Which lines of the records below contain the word "charge"? Show each one.

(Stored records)
● ● ● ●
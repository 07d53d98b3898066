//! Loops and button with bounce; contactors that follow the permit's square wave.

use std::collections::VecDeque;

use rand::RngExt;
use rand_chacha::ChaCha8Rng;

use super::draw::stream;

/// A contact whose changes bounce.
#[derive(Clone, Debug)]
pub(super) struct Contact {
    level: bool,
    changes: VecDeque<(i64, bool)>,
}

impl Contact {
    pub(super) const fn new(level: bool) -> Self {
        Self { level, changes: VecDeque::new() }
    }

    /// The contact moves at this time: it bounces for some milliseconds.
    pub(super) fn move_to(&mut self, level: bool, now_ns: i64, rng: &mut ChaCha8Rng) {
        self.changes.clear();
        let mut at = now_ns;
        self.changes.push_back((at, level));
        for _ in 0..rng.random_range(0..5) {
            at += rng.random_range(30_000..700_000);
            self.changes.push_back((at, !level));
            at += rng.random_range(30_000..400_000);
            self.changes.push_back((at, level));
        }
    }

    /// The change that has happened by `now_ns`, if one has; call again until there is none.
    pub(super) fn change(&mut self, now_ns: i64) -> Option<(i64, bool)> {
        while let Some((at, level)) = self.changes.front().copied().filter(|(at, _)| *at <= now_ns) {
            self.changes.pop_front();
            if level != self.level {
                self.level = level;
                return Some((at, level));
            }
        }
        None
    }

    pub(super) const fn level(&self) -> bool {
        self.level
    }
}

/// Time without an edge after which the charge pump's relay drops, nanoseconds.
const PUMP_DROPS_NS: i64 = 8_000_000;
/// Edges it needs in a row to pull in.
const PUMP_EDGES: u32 = 12;
/// Time a contactor takes to close or to open, nanoseconds.
const CONTACTOR_NS: i64 = 18_000_000;

/// The hard-wired chain: permit relay and both loops in series with the contactors' coils.
#[derive(Clone, Debug, Default)]
pub(super) struct Chain {
    permit: bool,
    edges: u32,
    last_edge_ns: i64,
    closed: bool,
    turn_ns: Option<i64>,
    pub(super) welded: bool,
}

impl Chain {
    /// Lets time pass; tells when the contactors changed.
    pub(super) fn pass(&mut self, now_ns: i64, permit: bool, loops_closed: bool) -> bool {
        if permit != self.permit {
            self.permit = permit;
            self.edges = self.edges.saturating_add(1);
            self.last_edge_ns = now_ns;
        } else if now_ns - self.last_edge_ns > PUMP_DROPS_NS {
            self.edges = 0;
        }
        let driven = (self.edges >= PUMP_EDGES && loops_closed) || (self.welded && self.closed);
        if driven == self.closed {
            self.turn_ns = None;
            return false;
        }
        let since = *self.turn_ns.get_or_insert(now_ns);
        if now_ns - since < CONTACTOR_NS {
            return false;
        }
        self.closed = driven;
        self.turn_ns = None;
        true
    }

    pub(super) const fn is_closed(&self) -> bool {
        self.closed
    }
}

/// Draws for bounces.
pub(super) fn bounces(seed: u64) -> ChaCha8Rng {
    stream(seed, 5)
}

#[cfg(test)]
mod tests {
    use super::*;

    #[test]
    fn a_contact_ends_where_it_was_moved() {
        let mut rng = bounces(1);
        for level in [true, false, true] {
            let mut contact = Contact::new(!level);
            contact.move_to(level, 1_000, &mut rng);
            let mut changes = 0;
            while contact.change(50_000_000).is_some() {
                changes += 1;
            }
            assert_eq!(contact.level(), level);
            assert!(changes % 2 == 1);
        }
    }

    #[test]
    fn only_a_square_wave_pulls_the_contactors_in() {
        let mut chain = Chain::default();
        let mut closed_at = None;
        for step in 0..400 {
            let wave = step % 2 == 0;
            if chain.pass(step * 500_000, wave, true) {
                closed_at = Some(step);
            }
        }
        assert!(chain.is_closed() && (40..60).contains(&closed_at.unwrap()));
        // A stuck level is no permit.
        for step in 400..500 {
            chain.pass(step * 500_000, true, true);
        }
        assert!(!chain.is_closed());
    }
}
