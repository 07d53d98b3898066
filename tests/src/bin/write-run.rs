//! Writes a run file and says after each commit what is on disk: for tests that kill it, fill its disk or measure it.
//!
//! `write-run FILE READINGS [PER_COMMIT]` prints `committed N` lines; N readings are in the file then. A failure is
//! printed as `failed SENTENCE` and ends it.

use std::{env, io::Write, path::Path, process::ExitCode};

use ringvolt::run::{
    RunError, RunHeader, RunWriter,
    rows::{EpochRow, Record},
};
use ringvolt_tests::run_file::{hello, reading};

fn main() -> ExitCode {
    let arguments: Vec<String> = env::args().skip(1).collect();
    let number = |index: usize| arguments.get(index).and_then(|text| text.parse::<u32>().ok());
    let (Some(path), Some(readings)) = (arguments.first(), number(1)) else {
        eprintln!("write-run FILE READINGS [PER_COMMIT]");
        return ExitCode::from(2);
    };
    match write(Path::new(path), readings, number(2).unwrap_or(25).max(1)) {
        Ok(()) => ExitCode::SUCCESS,
        Err(error) => {
            say(&format!("failed {error}"));
            ExitCode::from(1)
        }
    }
}

fn write(path: &Path, readings: u32, per_commit: u32) -> Result<(), RunError> {
    let mut writer = RunWriter::create(path, &RunHeader { simulated: true, ..RunHeader::default() })?;
    let key = writer.epoch(&EpochRow { epoch_key: 0, hello: hello(), utc_ns: 0, link: "none".to_owned() })?;
    writer.commit()?;
    for seq in 0..readings {
        writer.record(key, &Record::Reading(reading(seq)))?;
        if (seq + 1) % per_commit == 0 || seq + 1 == readings {
            writer.commit()?;
            say(&format!("committed {}", seq + 1));
        }
    }
    Ok(())
}

/// One line, out at once. Whoever listened may have gone.
fn say(line: &str) {
    let mut out = std::io::stdout().lock();
    let _ = writeln!(out, "{line}").and_then(|()| out.flush());
}
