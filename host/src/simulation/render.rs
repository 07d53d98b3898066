//! What the tube shows the camera: powder rings on a flat or bulb screen, with blur, background and noise.

use rand_chacha::ChaCha8Rng;

use super::draw::{normal, stream};
use crate::physics::{Material, Model, Screen, wavelength_metres};

/// The tube and the view of it.
#[derive(Clone, Debug, PartialEq)]
pub struct Optics {
    /// The screen.
    pub screen: Screen,
    /// The film.
    pub material: Material,
    /// How it diffracts.
    pub model: Model,
    /// Pixels per metre on the screen.
    pub pixels_per_metre: f64,
    /// Picture width, pixels.
    pub width: u32,
    /// Picture height, pixels.
    pub height: u32,
    /// Centre of the pattern, pixels from the left upper corner, at 2.5 kV. The earth's field moves it as 1 / sqrt(V).
    pub centre: (f64, f64),
    /// How far the pattern lies from the axis at 2.5 kV, pixels.
    pub shift: (f64, f64),
    /// Standard deviation of a ring's profile, metres.
    pub blur: f64,
    /// Height of the first ring above the background, grey values.
    pub height_grey: f64,
    /// Background, grey values.
    pub background_grey: f64,
    /// Noise of one pixel, grey values.
    pub noise_grey: f64,
}

/// Step of the radial profile, metres.
const STEP: f64 = 20e-6;

/// Draws the picture of an exposure over which the voltage took these values: 8-bit grey values, row by row.
pub fn render(optics: &Optics, voltages: &[f64], seed: u64, number: u64) -> Vec<u8> {
    let mut rng = stream(seed, 1_000 + number);
    let mean = voltages.iter().sum::<f64>() / voltages.len().max(1) as f64;
    let profile = profile(optics, voltages);
    let (x0, y0) = centre(optics, mean);
    let mut grey = Vec::with_capacity((optics.width * optics.height) as usize);
    for y in 0..optics.height {
        for x in 0..optics.width {
            let (dx, dy) = (f64::from(x) - x0, f64::from(y) - y0);
            let radius = libm::sqrt(dx * dx + dy * dy) / optics.pixels_per_metre;
            let light = background(optics, x, y) + lookup(&profile, radius);
            grey.push(sensor(light, optics.noise_grey, &mut rng));
        }
    }
    grey
}

/// Where the pattern's centre lies, pixels.
pub(super) fn centre(optics: &Optics, volts: f64) -> (f64, f64) {
    let bend = if volts > 100.0 { libm::sqrt(2_500.0 / volts) } else { 0.0 };
    (optics.centre.0 + optics.shift.0 * bend, optics.centre.1 + optics.shift.1 * bend)
}

/// Light over the distance from the centre: the undiffracted spot and the rings, as the mean over the voltages.
fn profile(optics: &Optics, voltages: &[f64]) -> Vec<f64> {
    let reach = f64::from(optics.width.max(optics.height)) / optics.pixels_per_metre;
    let mut profile = vec![0.0; (reach / STEP) as usize + 2];
    let lit: Vec<f64> = voltages.iter().copied().filter(|volts| *volts > 300.0).collect();
    for volts in &lit {
        // A tube is brighter at higher voltage: more energy in each electron.
        let strength = optics.height_grey * libm::sqrt(volts / 2_500.0) / voltages.len() as f64;
        add_line(&mut profile, 0.0, 4.0 * optics.blur, 3.0 * strength);
        let Some(wavelength) = wavelength_metres(*volts) else { continue };
        for (index, spacing) in optics.material.spacings().iter().enumerate() {
            let place =
                optics.model.deflection(wavelength, spacing.metres).and_then(|angle| optics.screen.radius(angle));
            if let Some(radius) = place {
                let weight = [1.0, 0.7, 0.12, 0.18].get(index).copied().unwrap_or(0.1);
                add_line(&mut profile, radius, optics.blur, strength * weight);
            }
        }
    }
    profile
}

fn add_line(profile: &mut [f64], at: f64, width: f64, height: f64) {
    let from = (((at - 6.0 * width) / STEP).max(0.0)) as usize;
    let until = ((((at + 6.0 * width) / STEP).max(0.0)) as usize + 1).min(profile.len());
    for (index, value) in profile.iter_mut().enumerate().take(until).skip(from) {
        let off = (index as f64 * STEP - at) / width;
        *value += height * libm::exp(-0.5 * off * off);
    }
}

fn lookup(profile: &[f64], radius: f64) -> f64 {
    let place = radius / STEP;
    let index = place as usize;
    match (profile.get(index), profile.get(index + 1)) {
        (Some(low), Some(high)) => low + (high - low) * (place - index as f64),
        _ => 0.0,
    }
}

/// Uneven light from the room.
fn background(optics: &Optics, x: u32, y: u32) -> f64 {
    let (u, v) = (f64::from(x) / f64::from(optics.width) - 0.5, f64::from(y) / f64::from(optics.height) - 0.5);
    optics.background_grey * (1.0 + 0.25 * u - 0.15 * v + 0.2 * u * v)
}

fn sensor(light: f64, noise: f64, rng: &mut ChaCha8Rng) -> u8 {
    // Part of a sensor's noise grows with the light.
    let scatter = noise * libm::sqrt(0.5 + 0.5 * light.max(0.0) / 30.0);
    libm::round(light + normal(rng, scatter)).clamp(0.0, 255.0) as u8
}

#[cfg(test)]
mod tests {
    use super::*;

    #[test]
    fn rings_lie_where_physics_puts_them() {
        let optics = Optics {
            screen: Screen::Bulb { radius: 0.066, to_screen: 0.130 },
            material: Material::Graphite,
            model: Model::Powder,
            pixels_per_metre: 8_000.0,
            width: 640,
            height: 480,
            centre: (320.0, 240.0),
            shift: (0.0, 0.0),
            blur: 0.35e-3,
            height_grey: 60.0,
            background_grey: 0.0,
            noise_grey: 0.0,
        };
        let picture = render(&optics, &[2_500.0], 1, 1);
        // Centroid of the first ring along the row through the centre: 14.8229 mm are 118.583 pixels.
        let (mut sum, mut weight) = (0.0, 0.0);
        for x in 320 + 108..=320 + 129 {
            let grey = f64::from(picture[240 * 640 + x]);
            sum += grey * (x as f64 - 320.0);
            weight += grey;
        }
        assert!((sum / weight - 118.583).abs() < 0.05, "{}", sum / weight);
    }
}
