//! The high-voltage supply: set-point, slew, ripple, sag, wander, start-up, and decay when it is switched off.
//!
//! It is stepped on a fixed grid; between two grid points its voltage *is* the straight line between them, so that every
//! mean over time has an exact value.

use rand_chacha::ChaCha8Rng;

use super::draws::{Part, between, normal, stream};

/// The grid, nanoseconds.
pub const STEP_NS: i64 = 100_000;
const STEP_S: f64 = STEP_NS as f64 * 1e-9;
/// Grid steps between two draws of the wander: 10 ms.
const WANDER_STEPS: u32 = 100;
/// Time constant of the regulator, seconds.
const REGULATOR_S: f64 = 0.002;
/// From mains to the first rise of the voltage, seconds.
const START_UP_S: f64 = 0.2;
/// The regulator holds down to this share of the nominal mains.
const HOLDS_DOWN_TO: f64 = 0.85;
/// Change of the output with the mains while the regulator holds.
const LINE_REGULATION: f64 = 0.002;
/// Edges of a sag, seconds.
const SAG_EDGE_S: f64 = 0.005;
/// Away from its set-point by more than this fraction, the voltage counts as disturbed.
const SETTLED: f64 = 0.0005;

/// How the supply behaves.
#[derive(Clone, Debug, PartialEq)]
pub struct SupplySetup {
    /// Mains frequency, hertz.
    pub mains_hz: f64,
    /// Ripple at twice the mains frequency, peak to peak, as a fraction of the voltage.
    pub ripple_fraction: f64,
    /// Hum at the mains frequency, peak to peak, as a fraction of the voltage.
    pub hum_fraction: f64,
    /// Slow wander, as a fraction of the voltage (standard deviation).
    pub wander_fraction: f64,
    /// Its correlation time, seconds.
    pub wander_seconds: f64,
    /// Change while warming up, as a fraction of the voltage, over some ten minutes.
    pub warm_up_fraction: f64,
    /// Fastest rise, volts per second.
    pub slew_volts_per_second: f64,
    /// Time constant of the decay through bleeder and strings, seconds.
    pub bleed_seconds: f64,
}

impl Default for SupplySetup {
    fn default() -> Self {
        Self {
            mains_hz: 50.0,
            ripple_fraction: 6e-4,
            hum_fraction: 1.5e-4,
            wander_fraction: 1e-4,
            wander_seconds: 30.0,
            warm_up_fraction: 2e-4,
            slew_volts_per_second: 2_000.0,
            bleed_seconds: 1.0,
        }
    }
}

/// A planted drop of the output.
#[derive(Clone, Copy, Debug)]
struct Sag {
    fraction: f64,
    from_ns: i64,
    until_ns: i64,
}

/// A set-point on its way.
#[derive(Clone, Copy, Debug)]
struct Ramp {
    from_volts: f64,
    to_volts: f64,
    from_ns: i64,
    until_ns: i64,
}

/// The supply.
#[derive(Clone, Debug)]
pub struct Supply {
    setup: SupplySetup,
    rng: ChaCha8Rng,
    set_volts: f64,
    ramp: Option<Ramp>,
    sag: Option<Sag>,
    mains_level: f64,
    energised_since_ns: Option<i64>,
    /// Regulated output before sag, wander and ripple, volts.
    output: f64,
    /// Wander now, and its change in each step until the next draw.
    wander: f64,
    wander_step: f64,
    steps: u32,
    mains: Phasor,
    mains_hz: f64,
    ripple_phases: [(f64, f64); 2],
    disturbed: bool,
}

/// A rotating pointer: the mains' phase without a sine in every step.
#[derive(Clone, Copy, Debug)]
struct Phasor {
    re: f64,
    im: f64,
    turn_re: f64,
    turn_im: f64,
}

impl Phasor {
    fn at(phase: f64) -> Self {
        Self { re: libm::cos(phase), im: libm::sin(phase), turn_re: 1.0, turn_im: 0.0 }
    }

    fn tune(&mut self, hertz: f64) {
        let angle = std::f64::consts::TAU * hertz * STEP_S;
        (self.turn_re, self.turn_im) = (libm::cos(angle), libm::sin(angle));
        // Thousands of turns leave a rounding error of the length; here it is taken out.
        let length = libm::hypot(self.re, self.im);
        (self.re, self.im) = (self.re / length, self.im / length);
    }

    fn turn(&mut self) {
        (self.re, self.im) =
            (self.re * self.turn_re - self.im * self.turn_im, self.re * self.turn_im + self.im * self.turn_re);
    }
}

impl Supply {
    /// Switched off, with the set-point at zero.
    pub(super) fn new(setup: SupplySetup, seed: u64) -> Self {
        let mut rng = stream(seed, Part::Supply);
        let phase = |rng: &mut ChaCha8Rng| between(rng, 0.0, std::f64::consts::TAU);
        let point = |angle: f64| (libm::cos(angle), libm::sin(angle));
        let mut mains = Phasor::at(phase(&mut rng));
        mains.tune(setup.mains_hz);
        let wander = setup.wander_fraction * normal(&mut rng);
        let ripple_phases = [point(phase(&mut rng)), point(phase(&mut rng))];
        Self {
            mains_hz: setup.mains_hz,
            setup,
            rng,
            set_volts: 0.0,
            ramp: None,
            sag: None,
            mains_level: 1.0,
            energised_since_ns: None,
            output: 0.0,
            wander,
            wander_step: 0.0,
            steps: 0,
            mains,
            ripple_phases,
            disturbed: true,
        }
    }

    /// Moves the set-point at once; the output follows at the supply's own slew.
    pub(super) fn set(&mut self, volts: f64) {
        self.ramp = None;
        self.set_volts = volts;
    }

    /// Output and set-point jump by a fraction.
    pub(super) fn jump(&mut self, fraction: f64, now_ns: i64) {
        self.output *= 1.0 + fraction;
        self.set(self.set_point(now_ns) * (1.0 + fraction));
    }

    /// Moves the set-point evenly.
    pub(super) fn ramp(&mut self, to_volts: f64, now_ns: i64, volts_per_second: f64) {
        let from_volts = self.set_point(now_ns);
        let seconds = (to_volts - from_volts).abs() / volts_per_second;
        // A ramp of no length would divide by it.
        let until_ns = now_ns + 1 + (seconds * 1e9) as i64;
        self.ramp = Some(Ramp { from_volts, to_volts, from_ns: now_ns, until_ns });
        self.set_volts = to_volts;
    }

    /// Drops the output by a fraction for a time.
    pub(super) fn sag(&mut self, fraction: f64, now_ns: i64, seconds: f64) {
        self.sag = Some(Sag { fraction, from_ns: now_ns, until_ns: now_ns + (seconds * 1e9) as i64 });
    }

    /// A breakdown in the tube: the charge is gone at once, but for a rest.
    pub(super) fn arc(&mut self) {
        self.output *= 0.3;
    }

    /// New mains: frequency in hertz and level as a share of the nominal.
    pub(super) fn set_mains(&mut self, hertz: f64, level: f64) {
        self.mains_hz = hertz;
        self.mains.tune(hertz);
        self.mains_level = level;
    }

    /// Whether the voltage is anything but settled at a set-point above zero.
    pub(super) const fn is_disturbed(&self) -> bool {
        self.disturbed
    }

    fn set_point(&self, now_ns: i64) -> f64 {
        match self.ramp {
            Some(ramp) if now_ns < ramp.until_ns => {
                let share = (now_ns - ramp.from_ns) as f64 / (ramp.until_ns - ramp.from_ns) as f64;
                ramp.from_volts + (ramp.to_volts - ramp.from_volts) * share
            }
            _ => self.set_volts,
        }
    }

    /// One grid step, which ends at `end_ns`; `energised` tells whether mains reaches the supply. Gives the voltage at
    /// the terminals at the end of the step.
    pub(super) fn step(&mut self, end_ns: i64, energised: bool) -> f64 {
        if self.steps == 0 {
            self.draw_wander();
        }
        self.steps = (self.steps + 1) % WANDER_STEPS;
        self.wander += self.wander_step;
        self.mains.turn();
        let target = self.target(end_ns, energised);
        self.regulate(target);
        let sag = self.sag_now(end_ns);
        let moving = self.ramp.is_some_and(|ramp| end_ns <= ramp.until_ns + STEP_NS);
        let off = (self.output - target).abs() > SETTLED * target;
        self.disturbed = target <= 0.0 || moving || off || sag > SETTLED;
        self.output * (1.0 - sag) * self.line() * (1.0 + self.drift(end_ns)) * (1.0 + self.ripple())
    }

    fn target(&mut self, now_ns: i64, energised: bool) -> f64 {
        if !energised {
            self.energised_since_ns = None;
            return 0.0;
        }
        let since_ns = *self.energised_since_ns.get_or_insert(now_ns);
        if now_ns - since_ns < (START_UP_S * 1e9) as i64 { 0.0 } else { self.set_point(now_ns) }
    }

    /// Upwards as fast as the slew allows; downwards only as fast as bleeder and strings take the charge.
    fn regulate(&mut self, target: f64) {
        let rise = self.setup.slew_volts_per_second * STEP_S;
        let fall = self.output * (STEP_S / self.setup.bleed_seconds);
        self.output += ((target - self.output) * (STEP_S / REGULATOR_S)).clamp(-fall, rise);
    }

    fn sag_now(&mut self, now_ns: i64) -> f64 {
        let Some(sag) = self.sag else { return 0.0 };
        let edge_ns = SAG_EDGE_S * 1e9;
        let into = (now_ns - sag.from_ns) as f64 / edge_ns;
        let out = (sag.until_ns - now_ns) as f64 / edge_ns;
        if out <= 0.0 {
            self.sag = None;
            return 0.0;
        }
        sag.fraction * into.min(out).clamp(0.0, 1.0)
    }

    /// What the mains' level does to the output.
    fn line(&self) -> f64 {
        let regulated = 1.0 + LINE_REGULATION * (self.mains_level - 1.0);
        if self.mains_level >= HOLDS_DOWN_TO { regulated } else { regulated * self.mains_level / HOLDS_DOWN_TO }
    }

    /// Wander, and the warming-up of ten minutes.
    fn drift(&self, now_ns: i64) -> f64 {
        // A rational curve warms up as an exponential does, and costs no exponential in every step.
        let share = now_ns as f64 / (now_ns as f64 + 3e11);
        self.wander + self.setup.warm_up_fraction * share
    }

    fn ripple(&self) -> f64 {
        let Phasor { re, im, .. } = self.mains;
        let [(cos1, sin1), (cos2, sin2)] = self.ripple_phases;
        let (double_re, double_im) = (re * re - im * im, 2.0 * re * im);
        0.5 * (self.setup.hum_fraction * (im * cos1 + re * sin1)
            + self.setup.ripple_fraction * (double_im * cos2 + double_re * sin2))
    }

    /// An Ornstein-Uhlenbeck wander, drawn every 10 ms and reached in equal steps; the mains' frequency wanders too.
    fn draw_wander(&mut self) {
        let step_s = f64::from(WANDER_STEPS) * STEP_S;
        let pull = step_s / self.setup.wander_seconds;
        let kick = self.setup.wander_fraction * libm::sqrt(2.0 * pull) * normal(&mut self.rng);
        self.wander_step = (kick - pull * self.wander) / f64::from(WANDER_STEPS);
        // Mains stays within some 20 mHz for seconds at a time (common practice, no source).
        let hertz = self.mains_hz + 0.02 * normal(&mut self.rng);
        self.mains.tune(hertz);
    }
}

#[cfg(test)]
mod tests {
    use super::*;

    fn settled(volts: f64) -> (Supply, i64) {
        let mut supply = Supply::new(SupplySetup::default(), 3);
        supply.set(volts);
        let mut now_ns = 0;
        for _ in 0..40_000 {
            now_ns += STEP_NS;
            supply.step(now_ns, true);
        }
        assert!(!supply.is_disturbed());
        (supply, now_ns)
    }

    #[test]
    fn ripple_has_the_amplitudes_it_was_given() {
        let (mut supply, mut now_ns) = settled(2_500.0);
        (supply.setup.hum_fraction, supply.setup.ripple_fraction, supply.setup.wander_fraction) = (0.0, 8e-4, 0.0);
        let volts: Vec<f64> = (0..10_000)
            .map(|_| {
                now_ns += STEP_NS;
                supply.step(now_ns, true)
            })
            .collect();
        let (low, high) = volts.iter().fold((f64::MAX, f64::MIN), |(l, h), v| (l.min(*v), h.max(*v)));
        assert!(((high - low) / 2_500.0 / 8e-4 - 1.0).abs() < 0.05, "{}", high - low);
        // 100 Hz for one second: 200 crossings of the mean.
        let mean = volts.iter().sum::<f64>() / 1e4;
        let crossings = volts.windows(2).filter(|two| (two[0] > mean) != (two[1] > mean)).count();
        assert!((190..=210).contains(&crossings), "{crossings}");
    }

    #[test]
    fn switched_off_it_bleeds_down_with_its_time_constant() {
        let (mut supply, mut now_ns) = settled(4_000.0);
        let tau = supply.setup.bleed_seconds;
        let start = supply.step(now_ns + STEP_NS, false);
        let mut end = start;
        now_ns += STEP_NS;
        for _ in 0..10_000 {
            now_ns += STEP_NS;
            end = supply.step(now_ns, false);
        }
        assert!((end / start / (-1.0 / tau).exp() - 1.0).abs() < 0.005, "{start} {end}");
        assert!(supply.is_disturbed());
    }

    #[test]
    fn a_lower_set_point_is_reached_only_by_bleeding() {
        let (mut supply, mut now_ns) = settled(4_000.0);
        supply.set(3_000.0);
        for _ in 0..1_000 {
            now_ns += STEP_NS;
            supply.step(now_ns, true);
        }
        let expected = 4_000.0 * (-0.1 / supply.setup.bleed_seconds).exp();
        assert!((supply.output / expected - 1.0).abs() < 0.002, "{}", supply.output);
    }

    #[test]
    fn it_starts_late_and_rises_at_its_slew() {
        let mut supply = Supply::new(SupplySetup::default(), 3);
        supply.set(2_500.0);
        let mut now_ns = 0;
        let mut at = |until_s: f64| {
            let mut volts = 0.0;
            while (now_ns as f64) < until_s * 1e9 {
                now_ns += STEP_NS;
                volts = supply.step(now_ns, true);
            }
            volts
        };
        assert_eq!(at(0.19), 0.0);
        assert!((at(0.7) - 1_000.0).abs() < 6.0);
        assert!((at(2.0) / 2_500.0 - 1.0).abs() < 1e-3);
    }

    #[test]
    fn a_sag_takes_its_share_for_its_time() {
        let (mut supply, start_ns) = settled(3_000.0);
        supply.sag(0.03, start_ns, 0.5);
        let mut now_ns = start_ns;
        let mut low_steps = 0;
        for _ in 0..10_000 {
            now_ns += STEP_NS;
            low_steps += usize::from(supply.step(now_ns, true) < 3_000.0 * 0.985);
        }
        assert!((4_900..=5_000).contains(&low_steps), "{low_steps}");
        assert!(!supply.is_disturbed());
    }

    #[test]
    fn low_mains_is_regulated_until_it_is_too_low() {
        let (mut supply, now_ns) = settled(3_000.0);
        supply.set_mains(50.0, 0.9);
        assert!((supply.step(now_ns + STEP_NS, true) / 3_000.0 - 1.0).abs() < 2e-3);
        supply.set_mains(50.0, 0.6);
        assert!((supply.step(now_ns + 2 * STEP_NS, true) / 3_000.0 - 0.6 / 0.85).abs() < 3e-3);
    }
}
● ● ● ●
▸ **Answer for the task**
/// Time without an edge after which the charge pump's relay drops, nanoseconds.
    /// A breakdown in the tube: the charge is gone at once, but for a rest.
    /// Upwards as fast as the slew allows; downwards only as fast as bleeder and strings take the charge.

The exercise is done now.